Casi siempre mi día termina en puntos suspensivos, por un lado pudiera pensar que es bueno porque, de acuerdo a las leyes de la gramática, esto le da continuidad con el día siguiente. Pero por otro lado, lo puedo relacionar con mi  incapacidad para poner un punto final a las cosas, así mi día antes de irme a dormir. Por lo tanto duermo encima de tres inquietantes puntos que no me permiten un descanso pleno, despertándome cansado, con sueño aún, pesado, el problema se agrava cuando los puntos no hacen ninguna conexión, y están ahí, siguiéndome a la regadera, a la cocina, a mi habitación, bajando la escalera, por la calle, en el trabajo, detrás de mí sin separarse ni un solo momento y siempre guardando esa alineación y esa distancia precisa entre ellos para no dejar de hacer de mi existencia un continuo suspenso, dejando alguna luz encendida en lo más oscuro de la noche, cobijándome con un pesado montón de dudas que terminan por dificultarme la respiración, hinchando mis ojos al amanecer y acabando poco a poco con mis palabras, imponiendo en mi rutina su desconcertante silencio.
Pero no dejo de pensar y no pierdo la esperanza de poder decir en un futuro: este fue un día y aquí termina, o mejor aún, rompiendo con esa incapacidad de la que hablaba, también poder decir: esta es otra de mis historias y aquí termina.

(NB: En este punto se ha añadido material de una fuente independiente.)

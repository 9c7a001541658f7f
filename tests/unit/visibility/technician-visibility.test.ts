import { describe, expect, it } from "vitest";
import {
  pickTechnicianFields,
  snapshotForBuyer,
  technicianViewLevel,
  type TechnicianFacts,
  type ViewerFacts,
} from "../../../shared/visibility/technician-visibility.ts";
import { buildStandingSnapshot } from "../../../shared/work-orders/standing-snapshot.ts";

const shop: ViewerFacts = { role: "buyer", sameCompany: false, isSelf: false, engaged: false };
const listed: TechnicianFacts = { active: true, baseline: "lapsing" };

describe("what a shop may see of a technician", () => {
  it("sees nothing of a technician who is inactive, not cleared or never computed", () => {
    const hidden: TechnicianFacts[] = [
      { active: false, baseline: "cleared" },
      { active: true, baseline: "not_cleared" },
      { active: true, baseline: null },
    ];

    const levels = hidden.map((t) => technicianViewLevel({ ...shop, engaged: true }, t));

    expect(levels).toEqual(["none", "none", "none"]);
  });

  it("sees the directory profile of a lapsing (still in force) technician, and contact only once engaged", () => {
    expect(technicianViewLevel(shop, listed)).toBe("directory");
    expect(technicianViewLevel({ ...shop, engaged: true }, listed)).toBe("contact");
  });

  it("keeps other service companies and colleagues out, while the own company, reviewers and admins see all", () => {
    const hidden: TechnicianFacts = { active: false, baseline: null };

    expect(technicianViewLevel({ ...shop, role: "provider_admin" }, listed)).toBe("none");
    expect(technicianViewLevel({ ...shop, role: "technician", sameCompany: true }, listed)).toBe("none");
    expect(technicianViewLevel({ ...shop, role: "provider_admin", sameCompany: true }, hidden)).toBe("full");
    expect(technicianViewLevel({ ...shop, role: "reviewer" }, hidden)).toBe("full");
  });

  it("drops contact fields from a record read at the directory level", () => {
    const record = {
      id: 7,
      name: "Ada Quell",
      email: "ada@example.test",
      phone: "555-0100",
      postalCode: "60601",
      active: true,
    };

    expect(pickTechnicianFields(record, "directory")).toEqual({ id: 7, name: "Ada Quell" });
    expect(pickTechnicianFields(record, "contact")).toEqual({
      id: 7,
      name: "Ada Quell",
      email: "ada@example.test",
      phone: "555-0100",
      postalCode: "60601",
    });
  });
});

describe("a standing snapshot as a shop reads it", () => {
  const snapshot = buildStandingSnapshot({
    takenAt: new Date("2026-11-02T15:00:00Z"),
    technician: { id: 3, name: "Ada Quell", companyName: "Harrowgate Spindle Service" },
    targets: [
      {
        requirementSetId: null,
        name: "Platform baseline",
        result: {
          standing: "cleared",
          earliestLapse: null,
          results: [
            {
              requirement: { label: "General liability", typeCodes: ["general_liability"] },
              status: "met",
              reason: null,
              detail: "In force",
              credentialId: 1,
              lapsesAt: null,
            },
            {
              requirement: { label: "OSHA 10", typeCodes: ["osha_10"] },
              status: "met",
              reason: null,
              detail: "In force",
              credentialId: 2,
              lapsesAt: null,
            },
          ],
        },
      },
    ],
    credentials: new Map([
      [
        1,
        {
          id: 1,
          typeCode: "general_liability",
          fields: {
            insurerName: "Lantern Mutual",
            policyNumber: "GL-4471",
            effectiveDate: "2026-01-01",
            expirationDate: "2027-01-01",
            limits: {},
            additionalInsured: false,
            waiverOfSubrogation: false,
          },
        },
      ],
      [
        2,
        {
          id: 2,
          typeCode: "osha_10",
          fields: { holderName: "Ada Quell", issueDate: "2025-03-14", cardNumber: "OC-99812" },
        },
      ],
    ]),
    typeNames: new Map(),
  } as never);

  it("keeps the policy number and leaves out the card number", () => {
    const refs = snapshotForBuyer(snapshot).targets[0]!.requirements.map((r) => r.credential?.reference);

    expect(snapshot.targets[0]!.requirements.map((r) => r.credential?.reference)).toEqual([
      "GL-4471",
      "OC-99812",
    ]);
    expect(refs).toEqual(["GL-4471", null]);
  });

  it("shows a shop no number from a snapshot stored before the field was recorded", () => {
    const old = structuredClone(snapshot);
    for (const r of old.targets[0]!.requirements) delete r.credential!.referenceField;

    const refs = snapshotForBuyer(old).targets[0]!.requirements.map((r) => r.credential?.reference);

    expect(refs).toEqual([null, null]);
  });
});
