import { withoutLoneSurrogates } from "../../shared/api/text.ts";

/**
 * multer (busboy) reads a multipart file name as latin1, while browsers and HTTP clients send UTF-8 bytes: "Müller"
 * arrives as "MÃ¼ller". The bytes are read back as UTF-8; a name whose bytes are not valid UTF-8 (a client that really
 * sent latin1) is kept as it came.
 */
export function utf8FileName(received: string): string {
  // Only a name made entirely of latin1 code points can be UTF-8 bytes read as latin1.
  const latin1Only = [...received].every((c) => c.charCodeAt(0) <= 0xff);
  if (!latin1Only || !/[\u0080-\u00ff]/.test(received)) return received;
  const decoded = Buffer.from(received, "latin1").toString("utf8");
  return decoded.includes("\uFFFD") ? received : decoded;
}

// RFC 5987 attr-char: ALPHA / DIGIT / "!#$&+-.^_`|~"; everything else percent-encoded as UTF-8.
const encodeRfc5987 = (s: string) =>
  encodeURIComponent(s).replace(/['()*]/g, (c) => `%${c.charCodeAt(0).toString(16).toUpperCase()}`);

/**
 * A Content-Disposition value (RFC 6266) carrying the name twice: `filename*` in UTF-8 (RFC 5987) for every current
 * client, and an ASCII `filename` fallback for old ones.
 */
export function contentDisposition(disposition: "inline" | "attachment", name: string): string {
  const wellFormed = withoutLoneSurrogates(name);
  const ascii = wellFormed.replace(/[^\x20-\x7e]/g, "_").replace(/["\\]/g, "_");
  return `${disposition}; filename="${ascii}"; filename*=UTF-8''${encodeRfc5987(wellFormed)}`;
}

sábado, 4 de enero de 2014

El cajón de lo inclasificable.

He llenado mi cabeza de humo, de ideas recurrentes, de rostros fijos, de frases que se repiten una y otra vez, de imágenes congeladas… Le he hecho daño, le he robado vitalidad, la he convertido en la cabeza de un viejo, la he torturado desde que amanece hasta los últimos minutos del día, me ha dolido fuertemente, se ha cansado de albergar pensamientos estériles, ecos que rebotan entre sus paredes llenas de grietas, de temblores, de fiebres internas que se convierten en delirios, en trenes descarrilados, en catástrofe… Y después viene el silencio como pulsaciones debajo del agua, como la luz débil de una vela, como la espuma de una cerveza oscura o como el majestuoso silencio de las nubes completamente blancas. 
Y de nuevo humo, el humo grisáceo característico del tabaco, lo he sentido en mi cabeza, compacto, acumulado, impregnando su aroma hasta el amanecer, hasta la nausea, en la piel, en todo lo que escribo, en mi sonrisa.
Y la cabeza reclama, se desconcentra, pierde datos, fechas, olvida citas, se marea y algunas veces despierta y no recuerda lo que acaba de suceder hace unas horas.
He llenado de cosas mi cabeza, como el cajón de lo inclasificable, a donde van a parar monedas viejas, llaves que no recuerdan a su puerta, lapiceros secos de la tinta, recuerdos, pelusas, boletos que sobreviven a viajes o a cintas que ya no están en cartelera… Y que, al momento de hacer limpieza, no nos deshacemos de todo lo que ahí se encuentra aunque prácticamente nada sirva.